# [Exercise directions]
Write out the data again in full, exactly as it reads.
Segment Start: Task input
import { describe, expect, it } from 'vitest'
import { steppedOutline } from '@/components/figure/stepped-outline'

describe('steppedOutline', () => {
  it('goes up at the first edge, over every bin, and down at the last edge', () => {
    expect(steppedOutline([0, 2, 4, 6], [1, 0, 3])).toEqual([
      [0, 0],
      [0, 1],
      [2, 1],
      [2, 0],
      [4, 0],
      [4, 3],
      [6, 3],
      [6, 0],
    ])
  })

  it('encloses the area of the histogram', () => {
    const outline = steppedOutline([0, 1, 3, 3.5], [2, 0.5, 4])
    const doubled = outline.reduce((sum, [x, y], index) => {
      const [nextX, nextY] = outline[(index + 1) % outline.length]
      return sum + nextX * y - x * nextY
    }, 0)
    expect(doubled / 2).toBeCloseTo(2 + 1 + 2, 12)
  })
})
Segment End: Task input
# [Exercise result]
import { describe, expect, it } from 'vitest'
import { steppedOutline } from '@/components/figure/stepped-outline'

describe('steppedOutline', () => {
  it('goes up at the first edge, over every bin, and down at the last edge', () => {
    expect(steppedOutline([0, 2, 4, 6], [1, 0, 3])).toEqual([
      [0, 0],
      [0, 1],
      [2, 1],
      [2, 0],
      [4, 0],
      [4, 3],
      [6, 3],
      [6, 0],
    ])
  })

  it('encloses the area of the histogram', () => {
    const outline = steppedOutline([0, 1, 3, 3.5], [2, 0.5, 4])
    const doubled = outline.reduce((sum, [x, y], index) => {
      const [nextX, nextY] = outline[(index + 1) % outline.length]
      return sum + nextX * y - x * nextY
    }, 0)
    expect(doubled / 2).toBeCloseTo(2 + 1 + 2, 12)
  })
})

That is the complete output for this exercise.